Read and write e57 point clouds from Python

MIT License

68 stars 42 forks source link

Allow reading of large files which do not fit in memory #45

Open NadimDeeb opened 11 months ago

NadimDeeb commented 11 months ago

I have a huge point cloud formed of one single scan containing 227 million points. So every time I use the .read_scan() function the code crashed and doesn't load the point cloud at all. I'm wondering if this library offers a way to read the x or y or z coordinates individually or even half a scan perhaps.

GeoffNordling commented 10 months ago

Searching for the same. How is one supposed to read an .e57 file that doesn't fit in memory?

swell-d commented 6 months ago

I have the same problem Increasing swap did not help

swell-d commented 6 months ago

The following solution worked for me:

use float32 instead of float64

SUPPORTED_CARTESIAN_POINT_FIELDS = {
"cartesianX": np.float32,  # was "d"
"cartesianY": np.float32,  # was "d"
"cartesianZ": np.float32,  # was "d"
}
SUPPORTED_SPHERICAL_POINT_FIELDS = {
"sphericalRange": np.float32,  # was "d"
"sphericalAzimuth": np.float32,  # was "d"
"sphericalElevation": np.float32,  # was "d"
}

--timeout 600 for gunicorn

dancergraham commented 6 months ago

It could be nice to add an optional keyword argument or similar for this. float 64 are often needed to avoid losing precision, e.g for pointclouds recorded in utm coordinates, but having an option for switching to float 32 would be great.

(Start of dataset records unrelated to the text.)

package main

import (
	"errors"
	"fmt"
	"net/http"
	"slices"
	"strconv"
	"strings"
	"time"

	"lanternbook/calc"
	"lanternbook/store"
	"lanternbook/web"
)

// showNewPart: GET /drawer/new, empty or filled from another part.
func (s *server) showNewPart(w http.ResponseWriter, r *http.Request) error {
	typ, from := r.URL.Query().Get("type"), r.URL.Query().Get("from")
	base, err := s.baseOf(r, from)
	if err != nil {
		return err
	}
	if from != "" {
		typ = figure{}.text(base.get("type"))
	}
	if figuresOf(typ) == nil {
		typ = calc.TypeLED
	}
	form := formOf(typ, base)
	if from != "" {
		form.typed["name"] = copyTitle(either(form.typed["name"], from))
	}
	return render(w, r, http.StatusOK, web.PartPage(newPartView(form, base, "", from)))
}

// createPart: POST /drawer.
func (s *server) createPart(w http.ResponseWriter, r *http.Request) error {
	form, base, err := s.sentPart(r)
	if err != nil {
		return err
	}
	typed := strings.TrimSpace(r.PostFormValue("key"))
	document := form.document(base)
	if reason := keyFault(typed); reason != "" {
		form.faults["key"] = reason
	}
	if !form.sound() {
		return render(w, r, http.StatusUnprocessableEntity, web.PartPage(newPartView(form, base, typed, r.PostFormValue("from"))))
	}
	made, err := s.putIntoDrawer(r, typed, form, document)
	if _, taken := errors.AsType[*store.KeyTaken](err); taken {
		form.faults["key"] = "the drawer has a part of this key already"
		return render(w, r, http.StatusUnprocessableEntity, web.PartPage(newPartView(form, base, typed, r.PostFormValue("from"))))
	}
	if err != nil {
		return err
	}
	http.Redirect(w, r, keptAddress(made.Key), http.StatusSeeOther)
	return nil
}

// putIntoDrawer keeps a new part under the key that was typed or, without one,
// under the first free one made of its name.
func (s *server) putIntoDrawer(r *http.Request, typed string, form partForm, document []byte) (store.Part, error) {
	if typed != "" {
		return s.store.CreatePart(r.Context(), typed, document)
	}
	name := keyOf(form)
	key := name
	for n := 2; ; n++ {
		made, err := s.store.CreatePart(r.Context(), key, document)
		if _, taken := errors.AsType[*store.KeyTaken](err); !taken {
			return made, err
		}
		key = name + "-" + strconv.Itoa(n)
	}
}

// showPart: GET /drawer/{key}.
func (s *server) showPart(w http.ResponseWriter, r *http.Request) error {
	part, err := s.store.Part(r.Context(), partKey(r))
	if err != nil {
		return err
	}
	document, err := readMembers(part.Document)
	if err != nil {
		return fmt.Errorf("part %q: %w", part.Key, err)
	}
	return render(w, r, http.StatusOK, web.PartPage(partView(part, formOf(part.Type, document))))
}

// savePart: POST /drawer/{key}. A part that somebody else changed meanwhile is
// not overwritten unseen: the form comes back with what stands there now.
func (s *server) savePart(w http.ResponseWriter, r *http.Request) error {
	part, err := s.store.Part(r.Context(), partKey(r))
	if err != nil {
		return err
	}
	if err = r.ParseForm(); err != nil {
		return err
	}
	was, err := readMembers(part.Document)
	if err != nil {
		return fmt.Errorf("part %q: %w", part.Key, err)
	}
	form := typedForm(part.Type, r.PostForm)
	document := form.document(was)
	view := partView(part, form)
	if seen := r.PostForm.Get("seen"); seen != "" && seen != seenAt(part) {
		view.Changed = changedFields(form, formOf(part.Type, was))
	}
	switch {
	case len(view.Changed) > 0:
		return render(w, r, http.StatusConflict, web.PartPage(view))
	case !form.sound():
		return render(w, r, http.StatusUnprocessableEntity, web.PartPage(view))
	}
	if _, err := s.store.SavePart(r.Context(), part.Key, document); err != nil {
		return err
	}
	http.Redirect(w, r, keptAddress(part.Key), http.StatusSeeOther)
	return nil
}

// sentPart is the form of a new part as it was sent, and the document that it
// starts from.
func (s *server) sentPart(r *http.Request) (partForm, members, error) {
	if err := r.ParseForm(); err != nil {
		return partForm{}, nil, err
	}
	typ := r.PostForm.Get("type")
	if figuresOf(typ) == nil {
		return partForm{}, nil, refuse(http.StatusUnprocessableEntity, "That is no type of part", "Open the drawer and choose one there.")
	}
	base, err := s.baseOf(r, r.PostForm.Get("from"))
	if errors.Is(err, store.ErrNotFound) {
		base, err = nil, nil // deleted meanwhile: what was typed is not lost for that
	}
	return typedForm(typ, r.PostForm), base, err
}

// baseOf is the document of the part that a new one starts from; empty when it
// starts from nothing.
func (s *server) baseOf(r *http.Request, from string) (members, error) {
	if from == "" {
		return nil, nil
	}
	part, err := s.store.Part(r.Context(), from)
	if err != nil {
		return nil, err
	}
	return readMembers(part.Document)
}

// newPartView is the form of a part that does not exist yet.
func newPartView(form partForm, base members, key, from string) web.PartView {
	v := web.PartView{
		Title: "A new part: " + typeWord(form.typ), Word: typeWord(form.typ), Type: form.typ, From: from,
		Action: "/drawer", Look: "/drawer/new", Groups: form.groups(), Other: form.other, Save: "Put it into the drawer",
		Seeing: lookAt(form, base),
	}
	first := &v.Groups[0].Fields
	*first = slices.Insert(*first, 1, *keyField(form, key)) // beside the name that makes it
	if from == "" {
		for _, t := range partTypes {
			v.Types = append(v.Types, web.TypeView{Text: typeWord(t), Href: "/drawer/new?type=" + t, Here: t == form.typ})
		}
	}
	return v
}

// keyField is where a new part's key is chosen.
func keyField(form partForm, typed string) *web.FieldView {
	return &web.FieldView{
		Name: "key", Label: "key", Value: typed, Error: form.faults["key"], Placeholder: keyOf(form),
		Hint: "what builds call it, for ever; empty: " + keyOf(form),
	}
}

// partView is the form of a part in the drawer.
func partView(part store.Part, form partForm) web.PartView {
	address := partAddress(part.Key)
	was, _ := readMembers(part.Document) // a broken one was refused before
	return web.PartView{
		Title: either(part.Name, part.Key), Word: typeWord(part.Type), Type: part.Type, Key: part.Key, Seen: seenAt(part),
		Action: address, Look: address + "/look", Groups: form.groups(), Other: form.other, Save: "Keep it",
		Seeing: lookAt(form, was), Copy: "/drawer/new?from=" + part.Key, Delete: address + "/delete",
	}
}

// seenAt tells one state of a part from the next.
func seenAt(part store.Part) string { return part.Updated.UTC().Format(time.RFC3339Nano) }

// changedFields lists what of the part as it stands now differs from what was
// typed.
func changedFields(typed, now partForm) []web.LinkView {
	var changes []web.LinkView
	for _, group := range figuresOf(now.typ) {
		for _, fig := range group.figures {
			there := strings.TrimSpace(now.typed[fig.path])
			if there != strings.TrimSpace(typed.typed[fig.path]) {
				changes = append(changes, web.LinkView{
					Text: fig.label + ": " + either(there, "nothing"), Href: "#" + web.FieldID(fig.path),
				})
			}
		}
	}
	return changes
}

func keptAddress(key string) string {
	return drawerAddress("", "") + "?kept=" + key + "#" + partID(key)
}

// keyOf is the key that a part's name makes.
func keyOf(form partForm) string { return either(slug(form.typed["name"]), form.typ) }

// keyFault says what is wrong with a key that was typed; "" when nothing is.
func keyFault(key string) string {
	switch {
	case key == "":
		return ""
	case key == "new":
		return "this word stands for the form itself: choose another"
	case key != slug(key):
		return "takes small letters, digits and single dashes, at most " + strconv.Itoa(longestSlug) + " of them: like " + either(slug(key), "bc547b")
	}
	return ""
}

swell-d commented 6 months ago

having an option for switching to float 32 would be great

import numpy as np
from pye57 import e57

e57.SUPPORTED_CARTESIAN_POINT_FIELDS = {
    "cartesianX": np.float32,
    "cartesianY": np.float32,
    "cartesianZ": np.float32,
}

e57.SUPPORTED_SPHERICAL_POINT_FIELDS = {
    "sphericalRange": np.float32,
    "sphericalAzimuth": np.float32,
    "sphericalElevation": np.float32,
}

your code here

dancergraham commented 6 months ago

I'm not working on this right now but thinking about what it could look like - maybe passing a dictionary of data types would be neat, something like

data = e57.read_scan(0, dtypes = {
    "cartesianX": np.float32,
    "cartesianY": np.float32,
    "cartesianZ": np.float32,
    }
)

We also need to think about what would happen if the contained values were out of bounds for the given data type - my first idea would be to raise an exception, for instance an OverflowError.

Pull requests along these lines would be very welcome !

dancergraham commented 2 weeks ago

As mentioned in #74 the underlying libe57format library does not allow partial file reading / chunked reading so I don't see an easy way to add that option to pye57.